(Your goal): Search the entries for the word "signedList" and return every line where it is found.

---- Extracted records

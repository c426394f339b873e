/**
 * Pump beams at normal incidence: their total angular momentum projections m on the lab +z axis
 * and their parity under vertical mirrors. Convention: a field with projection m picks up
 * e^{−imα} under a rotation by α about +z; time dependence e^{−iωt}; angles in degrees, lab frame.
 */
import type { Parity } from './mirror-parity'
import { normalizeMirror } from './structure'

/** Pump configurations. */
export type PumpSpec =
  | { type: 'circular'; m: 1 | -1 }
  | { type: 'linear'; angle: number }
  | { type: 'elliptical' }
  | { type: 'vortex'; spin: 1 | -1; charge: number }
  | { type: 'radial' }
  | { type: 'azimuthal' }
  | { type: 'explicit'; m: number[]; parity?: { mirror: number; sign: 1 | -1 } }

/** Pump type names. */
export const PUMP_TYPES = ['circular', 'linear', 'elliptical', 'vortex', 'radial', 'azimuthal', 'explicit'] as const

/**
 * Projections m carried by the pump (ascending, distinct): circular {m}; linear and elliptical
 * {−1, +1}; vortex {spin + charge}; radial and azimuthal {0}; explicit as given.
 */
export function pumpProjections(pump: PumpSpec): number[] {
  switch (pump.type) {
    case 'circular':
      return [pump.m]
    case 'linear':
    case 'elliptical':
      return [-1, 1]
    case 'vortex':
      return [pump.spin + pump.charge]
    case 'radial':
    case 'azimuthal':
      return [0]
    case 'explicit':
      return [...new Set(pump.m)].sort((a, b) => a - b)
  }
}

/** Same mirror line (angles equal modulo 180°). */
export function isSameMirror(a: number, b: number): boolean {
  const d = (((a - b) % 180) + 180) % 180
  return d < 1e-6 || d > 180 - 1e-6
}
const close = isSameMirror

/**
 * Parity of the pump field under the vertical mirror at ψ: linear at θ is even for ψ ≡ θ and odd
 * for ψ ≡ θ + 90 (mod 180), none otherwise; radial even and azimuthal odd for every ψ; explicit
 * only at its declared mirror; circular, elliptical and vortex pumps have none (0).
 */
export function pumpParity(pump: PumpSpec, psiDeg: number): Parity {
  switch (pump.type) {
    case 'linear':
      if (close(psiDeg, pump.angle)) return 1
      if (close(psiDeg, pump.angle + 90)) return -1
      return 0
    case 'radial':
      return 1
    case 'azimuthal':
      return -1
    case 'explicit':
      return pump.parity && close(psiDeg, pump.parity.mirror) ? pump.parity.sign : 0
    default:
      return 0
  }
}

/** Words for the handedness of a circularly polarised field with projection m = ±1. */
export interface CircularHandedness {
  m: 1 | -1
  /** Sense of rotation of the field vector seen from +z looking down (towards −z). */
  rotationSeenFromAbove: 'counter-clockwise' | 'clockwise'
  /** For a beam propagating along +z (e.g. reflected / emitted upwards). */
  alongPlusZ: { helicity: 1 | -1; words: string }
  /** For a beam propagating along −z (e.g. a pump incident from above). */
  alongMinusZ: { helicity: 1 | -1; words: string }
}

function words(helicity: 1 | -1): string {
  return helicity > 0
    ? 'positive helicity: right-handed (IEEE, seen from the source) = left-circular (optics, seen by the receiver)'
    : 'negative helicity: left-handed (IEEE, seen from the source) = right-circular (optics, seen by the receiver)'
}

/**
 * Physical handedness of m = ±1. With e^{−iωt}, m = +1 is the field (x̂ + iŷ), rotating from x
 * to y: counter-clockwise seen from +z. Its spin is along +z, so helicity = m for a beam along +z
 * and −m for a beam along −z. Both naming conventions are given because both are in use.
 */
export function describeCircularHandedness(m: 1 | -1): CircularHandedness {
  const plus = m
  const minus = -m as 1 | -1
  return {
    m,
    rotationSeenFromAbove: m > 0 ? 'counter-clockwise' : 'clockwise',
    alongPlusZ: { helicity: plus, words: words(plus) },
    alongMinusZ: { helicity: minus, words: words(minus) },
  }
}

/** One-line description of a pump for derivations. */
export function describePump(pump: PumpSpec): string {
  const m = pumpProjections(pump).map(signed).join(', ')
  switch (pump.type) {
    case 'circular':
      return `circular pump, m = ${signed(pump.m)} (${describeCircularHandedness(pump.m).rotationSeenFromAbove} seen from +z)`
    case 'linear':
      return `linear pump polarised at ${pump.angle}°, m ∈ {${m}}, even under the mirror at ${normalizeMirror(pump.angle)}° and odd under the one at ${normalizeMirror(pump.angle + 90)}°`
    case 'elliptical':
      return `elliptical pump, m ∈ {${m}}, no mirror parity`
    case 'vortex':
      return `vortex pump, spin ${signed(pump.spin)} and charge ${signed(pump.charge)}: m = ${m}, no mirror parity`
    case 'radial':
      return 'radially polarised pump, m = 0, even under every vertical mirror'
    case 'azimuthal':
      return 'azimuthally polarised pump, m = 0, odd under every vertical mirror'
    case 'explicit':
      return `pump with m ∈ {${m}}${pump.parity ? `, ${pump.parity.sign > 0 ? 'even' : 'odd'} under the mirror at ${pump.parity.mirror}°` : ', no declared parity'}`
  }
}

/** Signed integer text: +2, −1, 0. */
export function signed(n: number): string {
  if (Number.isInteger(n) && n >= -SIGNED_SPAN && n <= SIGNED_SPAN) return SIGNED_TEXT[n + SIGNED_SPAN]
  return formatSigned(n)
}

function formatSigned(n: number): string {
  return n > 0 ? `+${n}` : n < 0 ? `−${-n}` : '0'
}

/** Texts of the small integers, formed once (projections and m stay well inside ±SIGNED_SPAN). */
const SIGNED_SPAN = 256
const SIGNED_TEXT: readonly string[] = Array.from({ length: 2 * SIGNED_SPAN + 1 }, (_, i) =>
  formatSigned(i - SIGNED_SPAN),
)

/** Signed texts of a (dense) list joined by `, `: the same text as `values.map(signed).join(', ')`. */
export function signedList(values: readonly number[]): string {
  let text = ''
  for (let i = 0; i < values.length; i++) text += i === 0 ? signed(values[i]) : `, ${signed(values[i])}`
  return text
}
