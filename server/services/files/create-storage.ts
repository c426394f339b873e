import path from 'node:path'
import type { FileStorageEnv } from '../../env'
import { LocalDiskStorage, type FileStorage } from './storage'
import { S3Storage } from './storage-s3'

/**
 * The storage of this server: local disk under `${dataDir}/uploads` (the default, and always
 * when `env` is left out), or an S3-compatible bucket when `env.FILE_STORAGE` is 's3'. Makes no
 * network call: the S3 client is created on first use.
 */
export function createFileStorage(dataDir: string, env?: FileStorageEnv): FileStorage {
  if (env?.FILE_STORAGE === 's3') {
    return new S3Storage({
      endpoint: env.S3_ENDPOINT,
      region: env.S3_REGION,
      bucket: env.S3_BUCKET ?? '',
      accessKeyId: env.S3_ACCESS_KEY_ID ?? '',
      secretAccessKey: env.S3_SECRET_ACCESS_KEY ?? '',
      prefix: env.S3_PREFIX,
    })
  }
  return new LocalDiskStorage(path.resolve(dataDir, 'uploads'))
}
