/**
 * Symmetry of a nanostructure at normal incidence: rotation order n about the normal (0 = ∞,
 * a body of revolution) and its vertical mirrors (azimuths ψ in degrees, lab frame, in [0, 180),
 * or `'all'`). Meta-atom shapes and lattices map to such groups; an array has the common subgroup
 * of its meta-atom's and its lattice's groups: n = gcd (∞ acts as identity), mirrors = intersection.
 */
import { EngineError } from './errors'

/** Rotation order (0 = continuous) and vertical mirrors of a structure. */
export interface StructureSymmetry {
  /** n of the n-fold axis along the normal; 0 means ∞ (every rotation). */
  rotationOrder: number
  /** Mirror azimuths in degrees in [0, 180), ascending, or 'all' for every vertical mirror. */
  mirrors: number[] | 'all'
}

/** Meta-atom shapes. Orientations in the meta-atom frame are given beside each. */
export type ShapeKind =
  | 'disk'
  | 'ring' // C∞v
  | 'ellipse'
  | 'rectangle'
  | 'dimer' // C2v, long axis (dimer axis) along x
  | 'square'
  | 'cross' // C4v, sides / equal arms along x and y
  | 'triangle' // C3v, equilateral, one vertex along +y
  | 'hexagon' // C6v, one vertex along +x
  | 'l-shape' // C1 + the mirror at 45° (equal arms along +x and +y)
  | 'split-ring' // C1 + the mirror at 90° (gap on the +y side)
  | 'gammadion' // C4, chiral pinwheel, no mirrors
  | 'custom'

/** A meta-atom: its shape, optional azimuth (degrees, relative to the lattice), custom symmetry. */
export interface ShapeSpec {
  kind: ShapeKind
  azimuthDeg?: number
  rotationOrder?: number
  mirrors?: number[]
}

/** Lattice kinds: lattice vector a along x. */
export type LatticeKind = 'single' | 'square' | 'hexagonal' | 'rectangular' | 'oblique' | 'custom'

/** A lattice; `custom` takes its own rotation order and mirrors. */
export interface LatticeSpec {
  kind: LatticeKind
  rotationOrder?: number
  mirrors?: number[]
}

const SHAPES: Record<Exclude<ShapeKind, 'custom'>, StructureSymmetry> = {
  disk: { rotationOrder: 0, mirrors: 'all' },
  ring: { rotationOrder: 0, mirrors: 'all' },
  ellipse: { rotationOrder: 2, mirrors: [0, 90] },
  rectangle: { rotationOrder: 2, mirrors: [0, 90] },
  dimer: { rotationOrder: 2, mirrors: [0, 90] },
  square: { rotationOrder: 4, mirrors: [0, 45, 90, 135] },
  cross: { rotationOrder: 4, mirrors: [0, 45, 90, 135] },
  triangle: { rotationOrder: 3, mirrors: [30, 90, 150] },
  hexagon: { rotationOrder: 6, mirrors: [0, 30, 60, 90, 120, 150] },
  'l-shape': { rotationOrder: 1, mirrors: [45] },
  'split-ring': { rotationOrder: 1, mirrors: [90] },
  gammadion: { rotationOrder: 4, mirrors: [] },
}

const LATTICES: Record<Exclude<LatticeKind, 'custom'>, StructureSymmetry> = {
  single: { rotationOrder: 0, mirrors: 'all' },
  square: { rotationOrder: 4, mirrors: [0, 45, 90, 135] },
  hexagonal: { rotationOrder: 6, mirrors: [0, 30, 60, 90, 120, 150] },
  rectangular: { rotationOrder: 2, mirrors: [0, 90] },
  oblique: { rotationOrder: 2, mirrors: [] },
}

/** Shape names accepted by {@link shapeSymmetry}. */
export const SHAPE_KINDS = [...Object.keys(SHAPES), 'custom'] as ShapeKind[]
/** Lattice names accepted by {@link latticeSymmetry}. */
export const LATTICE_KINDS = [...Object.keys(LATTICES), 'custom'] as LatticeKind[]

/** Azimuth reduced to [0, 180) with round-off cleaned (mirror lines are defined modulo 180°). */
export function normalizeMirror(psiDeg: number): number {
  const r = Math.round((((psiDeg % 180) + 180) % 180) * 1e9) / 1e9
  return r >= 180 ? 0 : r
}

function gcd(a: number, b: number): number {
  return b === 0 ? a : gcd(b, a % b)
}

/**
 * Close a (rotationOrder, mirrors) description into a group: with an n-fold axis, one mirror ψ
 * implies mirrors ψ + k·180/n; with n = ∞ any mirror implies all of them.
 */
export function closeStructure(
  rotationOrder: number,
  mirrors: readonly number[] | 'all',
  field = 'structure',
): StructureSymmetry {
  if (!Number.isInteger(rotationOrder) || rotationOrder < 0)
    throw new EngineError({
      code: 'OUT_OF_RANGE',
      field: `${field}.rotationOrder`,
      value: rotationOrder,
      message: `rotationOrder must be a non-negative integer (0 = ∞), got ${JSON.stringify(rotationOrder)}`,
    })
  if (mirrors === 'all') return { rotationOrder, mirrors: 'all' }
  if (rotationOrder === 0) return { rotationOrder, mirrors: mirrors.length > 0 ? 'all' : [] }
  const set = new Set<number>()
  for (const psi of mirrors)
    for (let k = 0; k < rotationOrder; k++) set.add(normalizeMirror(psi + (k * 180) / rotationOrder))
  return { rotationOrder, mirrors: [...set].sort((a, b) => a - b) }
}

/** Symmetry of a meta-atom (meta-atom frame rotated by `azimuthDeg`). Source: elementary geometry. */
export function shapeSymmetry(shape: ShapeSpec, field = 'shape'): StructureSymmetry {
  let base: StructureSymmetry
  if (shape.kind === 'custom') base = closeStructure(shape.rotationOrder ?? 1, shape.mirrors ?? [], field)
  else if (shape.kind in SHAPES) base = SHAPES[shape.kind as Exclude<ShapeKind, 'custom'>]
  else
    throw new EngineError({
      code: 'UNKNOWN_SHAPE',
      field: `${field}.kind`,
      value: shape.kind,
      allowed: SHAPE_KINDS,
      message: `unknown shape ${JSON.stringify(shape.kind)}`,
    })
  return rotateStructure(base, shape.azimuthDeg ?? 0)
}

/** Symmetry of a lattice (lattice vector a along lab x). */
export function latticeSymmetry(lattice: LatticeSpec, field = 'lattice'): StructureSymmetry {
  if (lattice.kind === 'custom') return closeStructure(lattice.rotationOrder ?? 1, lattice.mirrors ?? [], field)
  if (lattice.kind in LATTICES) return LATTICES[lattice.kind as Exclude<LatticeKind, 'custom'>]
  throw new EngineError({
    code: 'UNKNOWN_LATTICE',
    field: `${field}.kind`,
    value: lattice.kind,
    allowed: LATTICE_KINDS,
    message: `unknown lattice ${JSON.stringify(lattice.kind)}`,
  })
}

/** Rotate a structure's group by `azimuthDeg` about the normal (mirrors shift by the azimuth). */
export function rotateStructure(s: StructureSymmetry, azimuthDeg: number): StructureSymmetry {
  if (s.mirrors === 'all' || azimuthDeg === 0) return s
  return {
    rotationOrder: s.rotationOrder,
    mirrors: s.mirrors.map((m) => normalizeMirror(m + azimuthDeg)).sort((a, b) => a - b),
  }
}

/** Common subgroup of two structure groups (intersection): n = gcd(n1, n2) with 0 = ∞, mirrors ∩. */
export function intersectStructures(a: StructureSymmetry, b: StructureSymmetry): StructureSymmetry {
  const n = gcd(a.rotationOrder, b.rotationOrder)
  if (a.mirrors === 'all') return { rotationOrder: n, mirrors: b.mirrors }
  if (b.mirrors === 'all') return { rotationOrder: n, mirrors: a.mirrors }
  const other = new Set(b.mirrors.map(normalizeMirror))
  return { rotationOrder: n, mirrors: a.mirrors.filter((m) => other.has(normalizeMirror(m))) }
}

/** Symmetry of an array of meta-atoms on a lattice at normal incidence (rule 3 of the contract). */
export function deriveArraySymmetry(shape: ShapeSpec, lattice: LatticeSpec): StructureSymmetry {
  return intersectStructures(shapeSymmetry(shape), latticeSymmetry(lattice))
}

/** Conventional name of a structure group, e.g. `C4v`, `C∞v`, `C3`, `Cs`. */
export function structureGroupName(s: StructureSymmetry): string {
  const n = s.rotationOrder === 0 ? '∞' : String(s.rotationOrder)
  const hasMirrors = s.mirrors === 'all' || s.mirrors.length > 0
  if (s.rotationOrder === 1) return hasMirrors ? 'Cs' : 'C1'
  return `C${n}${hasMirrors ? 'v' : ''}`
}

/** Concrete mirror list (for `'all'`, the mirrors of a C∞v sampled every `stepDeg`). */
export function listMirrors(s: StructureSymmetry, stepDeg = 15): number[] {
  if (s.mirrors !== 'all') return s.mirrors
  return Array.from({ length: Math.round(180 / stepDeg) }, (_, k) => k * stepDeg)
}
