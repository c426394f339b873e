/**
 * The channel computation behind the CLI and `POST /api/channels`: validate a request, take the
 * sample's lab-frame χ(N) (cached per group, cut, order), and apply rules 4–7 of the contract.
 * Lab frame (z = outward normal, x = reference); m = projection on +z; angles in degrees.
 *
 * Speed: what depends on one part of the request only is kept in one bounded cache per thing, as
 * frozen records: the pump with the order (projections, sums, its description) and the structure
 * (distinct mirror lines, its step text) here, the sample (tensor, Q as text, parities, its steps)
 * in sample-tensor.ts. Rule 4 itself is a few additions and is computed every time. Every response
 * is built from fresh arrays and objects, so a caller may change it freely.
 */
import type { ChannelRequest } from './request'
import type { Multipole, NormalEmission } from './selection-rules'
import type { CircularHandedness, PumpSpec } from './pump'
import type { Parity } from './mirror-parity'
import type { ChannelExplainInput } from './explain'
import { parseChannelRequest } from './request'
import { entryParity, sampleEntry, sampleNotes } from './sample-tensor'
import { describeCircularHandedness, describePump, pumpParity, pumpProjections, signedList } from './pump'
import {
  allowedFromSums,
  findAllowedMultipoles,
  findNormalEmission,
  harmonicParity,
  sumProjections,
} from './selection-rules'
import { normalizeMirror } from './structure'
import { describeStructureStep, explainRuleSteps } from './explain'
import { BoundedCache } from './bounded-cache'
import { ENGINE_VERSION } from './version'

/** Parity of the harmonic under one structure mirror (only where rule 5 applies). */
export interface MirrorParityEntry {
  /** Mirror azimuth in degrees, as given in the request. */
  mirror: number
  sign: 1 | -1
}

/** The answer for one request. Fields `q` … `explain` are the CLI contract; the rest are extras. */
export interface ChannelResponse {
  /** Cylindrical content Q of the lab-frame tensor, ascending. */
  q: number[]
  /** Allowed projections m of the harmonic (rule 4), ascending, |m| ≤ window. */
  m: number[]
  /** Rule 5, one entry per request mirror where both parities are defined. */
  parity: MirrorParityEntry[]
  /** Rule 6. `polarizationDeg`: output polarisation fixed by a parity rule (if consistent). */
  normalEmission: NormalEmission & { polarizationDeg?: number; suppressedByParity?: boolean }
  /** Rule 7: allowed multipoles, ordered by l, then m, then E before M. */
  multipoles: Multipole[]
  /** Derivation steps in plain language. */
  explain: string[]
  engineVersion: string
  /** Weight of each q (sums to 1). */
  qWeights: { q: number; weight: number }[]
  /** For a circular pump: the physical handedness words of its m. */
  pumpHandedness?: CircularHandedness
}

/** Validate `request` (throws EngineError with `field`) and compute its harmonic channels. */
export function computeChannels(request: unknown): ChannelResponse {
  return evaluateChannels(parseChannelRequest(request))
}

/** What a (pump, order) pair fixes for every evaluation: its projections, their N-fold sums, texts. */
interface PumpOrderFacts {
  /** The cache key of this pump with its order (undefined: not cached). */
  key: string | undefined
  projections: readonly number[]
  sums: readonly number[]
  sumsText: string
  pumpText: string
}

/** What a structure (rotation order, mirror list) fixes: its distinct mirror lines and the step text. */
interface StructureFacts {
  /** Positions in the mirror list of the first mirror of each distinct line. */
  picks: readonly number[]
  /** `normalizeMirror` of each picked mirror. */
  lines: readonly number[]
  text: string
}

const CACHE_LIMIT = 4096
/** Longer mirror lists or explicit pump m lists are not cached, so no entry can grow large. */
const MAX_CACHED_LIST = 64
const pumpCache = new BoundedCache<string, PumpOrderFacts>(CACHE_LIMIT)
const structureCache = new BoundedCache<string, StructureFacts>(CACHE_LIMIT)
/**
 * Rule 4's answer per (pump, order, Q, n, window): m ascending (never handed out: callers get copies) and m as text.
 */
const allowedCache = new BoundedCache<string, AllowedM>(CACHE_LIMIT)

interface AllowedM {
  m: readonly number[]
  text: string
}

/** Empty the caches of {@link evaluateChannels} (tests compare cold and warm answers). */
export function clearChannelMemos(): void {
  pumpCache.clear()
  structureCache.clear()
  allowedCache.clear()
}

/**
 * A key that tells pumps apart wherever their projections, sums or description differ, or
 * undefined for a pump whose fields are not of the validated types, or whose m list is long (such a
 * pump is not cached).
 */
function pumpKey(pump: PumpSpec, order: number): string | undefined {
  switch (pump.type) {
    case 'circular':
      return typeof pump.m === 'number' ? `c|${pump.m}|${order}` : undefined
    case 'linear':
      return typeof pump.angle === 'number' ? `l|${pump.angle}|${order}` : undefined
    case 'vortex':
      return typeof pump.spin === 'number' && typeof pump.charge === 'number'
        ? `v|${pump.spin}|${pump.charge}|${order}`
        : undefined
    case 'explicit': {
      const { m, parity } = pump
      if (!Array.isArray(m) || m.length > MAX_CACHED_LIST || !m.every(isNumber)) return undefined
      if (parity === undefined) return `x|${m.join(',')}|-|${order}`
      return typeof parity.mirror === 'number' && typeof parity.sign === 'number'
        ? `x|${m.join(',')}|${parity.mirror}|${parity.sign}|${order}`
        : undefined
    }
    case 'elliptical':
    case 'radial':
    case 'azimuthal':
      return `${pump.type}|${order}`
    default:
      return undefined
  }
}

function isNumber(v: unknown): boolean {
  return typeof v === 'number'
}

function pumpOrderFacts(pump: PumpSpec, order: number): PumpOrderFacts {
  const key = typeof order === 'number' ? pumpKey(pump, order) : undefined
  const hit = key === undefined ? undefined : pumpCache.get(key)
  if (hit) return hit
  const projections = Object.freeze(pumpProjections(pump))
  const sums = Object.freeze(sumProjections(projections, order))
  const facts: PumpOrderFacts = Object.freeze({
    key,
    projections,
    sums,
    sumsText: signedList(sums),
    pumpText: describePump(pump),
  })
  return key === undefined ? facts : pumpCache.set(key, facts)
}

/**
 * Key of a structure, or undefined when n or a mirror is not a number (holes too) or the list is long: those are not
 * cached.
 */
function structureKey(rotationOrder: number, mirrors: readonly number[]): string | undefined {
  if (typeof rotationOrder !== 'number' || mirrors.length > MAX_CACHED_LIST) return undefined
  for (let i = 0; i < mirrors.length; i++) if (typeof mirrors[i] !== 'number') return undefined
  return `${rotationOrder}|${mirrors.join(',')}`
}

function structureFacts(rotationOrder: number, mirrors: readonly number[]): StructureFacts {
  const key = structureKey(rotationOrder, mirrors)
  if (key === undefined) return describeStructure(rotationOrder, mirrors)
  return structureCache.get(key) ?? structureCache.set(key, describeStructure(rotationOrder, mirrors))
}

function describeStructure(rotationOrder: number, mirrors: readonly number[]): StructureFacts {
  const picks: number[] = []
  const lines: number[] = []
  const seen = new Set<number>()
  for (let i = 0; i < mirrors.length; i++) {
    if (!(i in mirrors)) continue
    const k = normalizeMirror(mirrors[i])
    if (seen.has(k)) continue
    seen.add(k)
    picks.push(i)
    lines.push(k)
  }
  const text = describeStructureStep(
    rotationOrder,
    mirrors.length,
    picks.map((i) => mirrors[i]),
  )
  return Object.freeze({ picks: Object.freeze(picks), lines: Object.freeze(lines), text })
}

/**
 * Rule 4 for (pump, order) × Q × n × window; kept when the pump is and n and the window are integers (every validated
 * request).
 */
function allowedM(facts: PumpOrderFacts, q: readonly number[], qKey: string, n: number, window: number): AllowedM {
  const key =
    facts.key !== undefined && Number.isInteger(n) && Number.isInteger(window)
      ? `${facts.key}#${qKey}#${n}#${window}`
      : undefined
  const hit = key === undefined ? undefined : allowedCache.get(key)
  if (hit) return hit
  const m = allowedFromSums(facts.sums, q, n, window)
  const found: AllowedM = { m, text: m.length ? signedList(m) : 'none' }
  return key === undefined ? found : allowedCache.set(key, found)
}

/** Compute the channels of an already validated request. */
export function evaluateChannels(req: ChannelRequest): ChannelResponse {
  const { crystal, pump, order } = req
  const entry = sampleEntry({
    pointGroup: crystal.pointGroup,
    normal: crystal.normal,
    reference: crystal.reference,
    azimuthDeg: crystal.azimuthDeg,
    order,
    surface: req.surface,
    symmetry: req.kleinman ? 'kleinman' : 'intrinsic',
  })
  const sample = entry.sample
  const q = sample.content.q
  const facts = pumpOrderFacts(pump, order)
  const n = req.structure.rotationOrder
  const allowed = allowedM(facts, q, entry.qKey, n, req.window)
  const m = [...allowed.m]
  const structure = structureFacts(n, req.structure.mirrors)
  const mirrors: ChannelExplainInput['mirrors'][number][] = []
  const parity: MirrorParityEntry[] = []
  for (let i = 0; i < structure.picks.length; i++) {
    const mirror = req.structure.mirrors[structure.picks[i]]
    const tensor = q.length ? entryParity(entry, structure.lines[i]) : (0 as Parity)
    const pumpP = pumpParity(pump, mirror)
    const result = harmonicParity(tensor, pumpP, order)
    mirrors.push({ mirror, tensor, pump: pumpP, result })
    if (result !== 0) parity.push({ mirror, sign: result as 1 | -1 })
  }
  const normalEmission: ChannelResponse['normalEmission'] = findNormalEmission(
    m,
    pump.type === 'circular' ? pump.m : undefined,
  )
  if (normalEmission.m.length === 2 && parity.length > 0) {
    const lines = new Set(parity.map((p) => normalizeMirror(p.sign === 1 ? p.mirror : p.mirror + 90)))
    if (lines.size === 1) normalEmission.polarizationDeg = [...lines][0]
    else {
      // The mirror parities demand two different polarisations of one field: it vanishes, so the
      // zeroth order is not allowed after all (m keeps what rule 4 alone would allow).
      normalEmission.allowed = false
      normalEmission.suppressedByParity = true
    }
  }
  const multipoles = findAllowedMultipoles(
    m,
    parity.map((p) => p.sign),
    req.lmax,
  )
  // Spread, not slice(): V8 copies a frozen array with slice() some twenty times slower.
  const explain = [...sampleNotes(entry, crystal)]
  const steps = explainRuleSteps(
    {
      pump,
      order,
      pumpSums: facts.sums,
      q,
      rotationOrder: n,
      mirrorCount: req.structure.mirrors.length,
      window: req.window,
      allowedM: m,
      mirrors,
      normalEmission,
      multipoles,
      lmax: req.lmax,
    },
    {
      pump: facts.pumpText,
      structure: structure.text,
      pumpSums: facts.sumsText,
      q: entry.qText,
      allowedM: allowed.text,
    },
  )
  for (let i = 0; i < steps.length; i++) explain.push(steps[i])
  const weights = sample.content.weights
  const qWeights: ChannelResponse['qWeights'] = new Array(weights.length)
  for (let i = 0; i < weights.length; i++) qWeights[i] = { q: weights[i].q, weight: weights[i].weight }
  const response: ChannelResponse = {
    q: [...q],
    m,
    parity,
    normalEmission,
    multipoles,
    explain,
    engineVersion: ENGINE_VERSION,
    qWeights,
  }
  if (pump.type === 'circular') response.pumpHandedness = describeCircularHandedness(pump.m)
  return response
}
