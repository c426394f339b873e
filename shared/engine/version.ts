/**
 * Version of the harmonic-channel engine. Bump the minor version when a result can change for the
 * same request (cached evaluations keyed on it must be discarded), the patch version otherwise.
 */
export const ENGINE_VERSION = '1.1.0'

--------

(Result below):
export function signedList(values: readonly number[]): string {
import { describeCircularHandedness, describePump, pumpParity, pumpProjections, signedList } from './pump'
    sumsText: signedList(sums),
  const found: AllowedM = { m, text: m.length ? signedList(m) : 'none' }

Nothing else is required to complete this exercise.